### EXERCISE INSTRUCTIONS
When a line in the entries below contains the word "network", copy that line.

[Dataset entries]

╔══

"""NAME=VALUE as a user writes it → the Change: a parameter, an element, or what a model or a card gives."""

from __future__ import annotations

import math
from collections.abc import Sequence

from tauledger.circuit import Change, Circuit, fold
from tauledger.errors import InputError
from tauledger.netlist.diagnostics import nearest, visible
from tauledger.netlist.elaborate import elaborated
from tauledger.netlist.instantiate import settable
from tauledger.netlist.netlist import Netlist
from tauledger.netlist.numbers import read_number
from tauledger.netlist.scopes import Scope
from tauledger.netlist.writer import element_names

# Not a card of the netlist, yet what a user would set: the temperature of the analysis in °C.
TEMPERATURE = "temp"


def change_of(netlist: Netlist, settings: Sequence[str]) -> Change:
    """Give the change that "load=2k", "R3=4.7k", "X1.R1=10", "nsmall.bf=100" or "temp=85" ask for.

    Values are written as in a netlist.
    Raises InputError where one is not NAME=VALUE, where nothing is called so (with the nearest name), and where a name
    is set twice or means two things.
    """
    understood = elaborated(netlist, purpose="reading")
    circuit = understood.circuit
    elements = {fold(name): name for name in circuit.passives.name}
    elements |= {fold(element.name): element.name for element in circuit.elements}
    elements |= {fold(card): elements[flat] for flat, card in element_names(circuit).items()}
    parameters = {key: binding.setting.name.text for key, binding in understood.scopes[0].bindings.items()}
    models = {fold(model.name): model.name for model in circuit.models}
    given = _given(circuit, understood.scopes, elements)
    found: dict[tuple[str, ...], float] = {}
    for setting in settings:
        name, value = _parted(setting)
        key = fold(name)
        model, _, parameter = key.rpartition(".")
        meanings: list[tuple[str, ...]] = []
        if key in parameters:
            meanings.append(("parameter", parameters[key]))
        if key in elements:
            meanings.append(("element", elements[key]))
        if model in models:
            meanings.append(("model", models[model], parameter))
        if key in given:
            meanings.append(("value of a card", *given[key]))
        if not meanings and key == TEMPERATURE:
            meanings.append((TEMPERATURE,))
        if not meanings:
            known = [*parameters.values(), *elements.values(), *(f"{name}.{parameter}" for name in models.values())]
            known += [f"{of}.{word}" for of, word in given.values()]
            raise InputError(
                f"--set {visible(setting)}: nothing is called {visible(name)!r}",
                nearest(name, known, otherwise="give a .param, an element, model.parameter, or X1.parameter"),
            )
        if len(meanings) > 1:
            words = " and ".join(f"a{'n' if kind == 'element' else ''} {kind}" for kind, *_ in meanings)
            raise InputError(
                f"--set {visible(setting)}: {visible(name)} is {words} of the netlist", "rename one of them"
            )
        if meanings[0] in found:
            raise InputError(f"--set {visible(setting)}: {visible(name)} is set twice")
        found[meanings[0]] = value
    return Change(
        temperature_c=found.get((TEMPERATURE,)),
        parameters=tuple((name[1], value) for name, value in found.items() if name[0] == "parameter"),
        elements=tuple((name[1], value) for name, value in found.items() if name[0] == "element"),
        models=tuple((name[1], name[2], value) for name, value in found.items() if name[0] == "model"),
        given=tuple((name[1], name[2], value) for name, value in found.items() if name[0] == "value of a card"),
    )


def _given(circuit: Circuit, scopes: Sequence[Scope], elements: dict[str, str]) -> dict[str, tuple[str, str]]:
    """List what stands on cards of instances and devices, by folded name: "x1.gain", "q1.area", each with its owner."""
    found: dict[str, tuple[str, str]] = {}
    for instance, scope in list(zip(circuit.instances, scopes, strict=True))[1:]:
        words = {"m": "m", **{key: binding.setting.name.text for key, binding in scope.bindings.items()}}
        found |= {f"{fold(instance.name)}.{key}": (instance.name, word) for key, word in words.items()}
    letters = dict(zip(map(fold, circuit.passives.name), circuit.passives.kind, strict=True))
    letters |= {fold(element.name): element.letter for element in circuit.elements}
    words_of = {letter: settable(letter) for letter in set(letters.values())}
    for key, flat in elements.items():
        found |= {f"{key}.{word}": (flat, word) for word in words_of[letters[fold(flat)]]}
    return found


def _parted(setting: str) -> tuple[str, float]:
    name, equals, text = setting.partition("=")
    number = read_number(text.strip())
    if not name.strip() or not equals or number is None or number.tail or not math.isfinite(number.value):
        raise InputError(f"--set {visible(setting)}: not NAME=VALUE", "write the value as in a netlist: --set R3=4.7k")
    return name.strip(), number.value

╚══
╔══

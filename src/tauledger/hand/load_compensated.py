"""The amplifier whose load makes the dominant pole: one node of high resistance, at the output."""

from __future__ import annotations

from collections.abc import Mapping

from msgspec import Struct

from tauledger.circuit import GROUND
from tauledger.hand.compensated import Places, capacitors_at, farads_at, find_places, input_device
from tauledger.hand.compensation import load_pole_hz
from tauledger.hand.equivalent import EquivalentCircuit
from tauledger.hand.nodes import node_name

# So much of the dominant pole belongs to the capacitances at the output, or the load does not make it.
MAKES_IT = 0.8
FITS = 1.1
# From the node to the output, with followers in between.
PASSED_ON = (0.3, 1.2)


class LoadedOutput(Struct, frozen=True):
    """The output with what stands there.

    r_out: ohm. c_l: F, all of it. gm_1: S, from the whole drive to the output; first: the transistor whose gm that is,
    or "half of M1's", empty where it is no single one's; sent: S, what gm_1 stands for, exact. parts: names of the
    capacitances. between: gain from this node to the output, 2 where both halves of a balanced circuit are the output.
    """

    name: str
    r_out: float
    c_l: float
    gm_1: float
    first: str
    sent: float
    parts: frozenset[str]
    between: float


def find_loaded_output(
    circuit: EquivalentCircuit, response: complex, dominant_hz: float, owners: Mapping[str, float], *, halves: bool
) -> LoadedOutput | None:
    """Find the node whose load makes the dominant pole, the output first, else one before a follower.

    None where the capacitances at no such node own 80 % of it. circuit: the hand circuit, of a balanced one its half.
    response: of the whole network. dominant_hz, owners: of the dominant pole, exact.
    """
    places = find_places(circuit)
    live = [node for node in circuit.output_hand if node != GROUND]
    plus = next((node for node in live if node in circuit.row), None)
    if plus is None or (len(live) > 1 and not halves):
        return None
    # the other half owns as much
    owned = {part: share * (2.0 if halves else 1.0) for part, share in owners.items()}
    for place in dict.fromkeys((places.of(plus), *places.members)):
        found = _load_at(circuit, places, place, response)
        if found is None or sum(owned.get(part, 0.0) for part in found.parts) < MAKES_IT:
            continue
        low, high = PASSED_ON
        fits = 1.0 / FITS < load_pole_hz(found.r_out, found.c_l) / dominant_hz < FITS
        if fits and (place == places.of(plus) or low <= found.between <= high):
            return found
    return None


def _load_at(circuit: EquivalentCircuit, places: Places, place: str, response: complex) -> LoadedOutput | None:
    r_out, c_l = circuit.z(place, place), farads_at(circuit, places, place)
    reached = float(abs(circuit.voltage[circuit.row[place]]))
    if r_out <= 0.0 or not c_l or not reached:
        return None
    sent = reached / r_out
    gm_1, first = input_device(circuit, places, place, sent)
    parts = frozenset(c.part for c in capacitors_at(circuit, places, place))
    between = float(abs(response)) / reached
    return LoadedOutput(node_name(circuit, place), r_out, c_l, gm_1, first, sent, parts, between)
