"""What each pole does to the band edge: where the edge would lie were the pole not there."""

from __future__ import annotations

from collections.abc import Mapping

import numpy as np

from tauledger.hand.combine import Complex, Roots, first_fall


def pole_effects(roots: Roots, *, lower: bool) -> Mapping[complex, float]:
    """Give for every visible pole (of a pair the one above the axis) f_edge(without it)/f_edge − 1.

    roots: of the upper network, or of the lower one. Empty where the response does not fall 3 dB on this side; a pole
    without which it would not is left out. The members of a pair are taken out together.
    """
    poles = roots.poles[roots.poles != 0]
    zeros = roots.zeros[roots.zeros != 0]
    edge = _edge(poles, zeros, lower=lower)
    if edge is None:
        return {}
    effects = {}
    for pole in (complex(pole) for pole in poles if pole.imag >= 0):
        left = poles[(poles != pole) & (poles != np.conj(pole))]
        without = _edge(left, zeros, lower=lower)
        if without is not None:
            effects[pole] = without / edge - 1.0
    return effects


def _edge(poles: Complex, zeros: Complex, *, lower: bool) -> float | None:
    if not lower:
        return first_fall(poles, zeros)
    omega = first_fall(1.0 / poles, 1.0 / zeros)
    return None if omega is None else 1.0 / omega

╚══
╔══

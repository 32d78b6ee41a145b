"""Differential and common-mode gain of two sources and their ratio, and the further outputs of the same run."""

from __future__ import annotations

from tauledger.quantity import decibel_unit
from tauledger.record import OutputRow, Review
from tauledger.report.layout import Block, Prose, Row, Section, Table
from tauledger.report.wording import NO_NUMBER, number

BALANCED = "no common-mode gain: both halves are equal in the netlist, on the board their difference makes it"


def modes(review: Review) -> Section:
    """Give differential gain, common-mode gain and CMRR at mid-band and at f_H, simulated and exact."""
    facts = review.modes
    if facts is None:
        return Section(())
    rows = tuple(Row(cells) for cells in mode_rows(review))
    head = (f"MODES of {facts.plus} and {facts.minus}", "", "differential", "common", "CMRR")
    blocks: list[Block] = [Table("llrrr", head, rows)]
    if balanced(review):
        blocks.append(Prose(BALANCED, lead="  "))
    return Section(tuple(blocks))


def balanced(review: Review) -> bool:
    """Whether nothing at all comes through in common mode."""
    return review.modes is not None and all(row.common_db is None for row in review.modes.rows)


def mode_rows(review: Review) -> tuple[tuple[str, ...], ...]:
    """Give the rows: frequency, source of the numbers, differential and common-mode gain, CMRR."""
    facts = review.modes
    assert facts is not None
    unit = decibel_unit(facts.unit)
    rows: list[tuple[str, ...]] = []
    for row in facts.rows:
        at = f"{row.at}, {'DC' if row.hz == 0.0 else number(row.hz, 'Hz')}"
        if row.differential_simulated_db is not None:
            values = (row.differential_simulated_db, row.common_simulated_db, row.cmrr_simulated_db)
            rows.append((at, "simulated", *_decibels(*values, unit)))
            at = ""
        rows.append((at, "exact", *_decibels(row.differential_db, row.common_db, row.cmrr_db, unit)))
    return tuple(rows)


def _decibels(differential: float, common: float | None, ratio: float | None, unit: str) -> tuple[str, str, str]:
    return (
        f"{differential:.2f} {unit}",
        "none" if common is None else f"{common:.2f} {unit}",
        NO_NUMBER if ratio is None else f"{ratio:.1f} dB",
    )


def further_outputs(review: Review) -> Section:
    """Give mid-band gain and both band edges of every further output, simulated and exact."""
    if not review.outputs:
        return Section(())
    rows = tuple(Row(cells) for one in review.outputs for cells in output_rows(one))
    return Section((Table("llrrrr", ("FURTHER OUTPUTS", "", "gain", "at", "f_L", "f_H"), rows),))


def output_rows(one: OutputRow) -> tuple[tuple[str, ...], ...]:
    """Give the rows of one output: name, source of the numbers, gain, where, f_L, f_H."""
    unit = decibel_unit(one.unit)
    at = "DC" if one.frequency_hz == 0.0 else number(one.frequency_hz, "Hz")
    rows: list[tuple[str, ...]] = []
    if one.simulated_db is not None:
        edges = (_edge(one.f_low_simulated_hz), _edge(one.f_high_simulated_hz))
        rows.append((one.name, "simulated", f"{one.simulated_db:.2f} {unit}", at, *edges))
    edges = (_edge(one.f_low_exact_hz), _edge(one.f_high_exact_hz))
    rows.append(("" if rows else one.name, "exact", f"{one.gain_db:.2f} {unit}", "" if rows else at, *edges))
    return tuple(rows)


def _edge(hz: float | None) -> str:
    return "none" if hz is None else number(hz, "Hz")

╚══

### RESPONSE
    response: of the whole network. dominant_hz, owners: of the dominant pole, exact.
    roots: of the upper network, or of the lower one. Empty where the response does not fall 3 dB on this side; a pole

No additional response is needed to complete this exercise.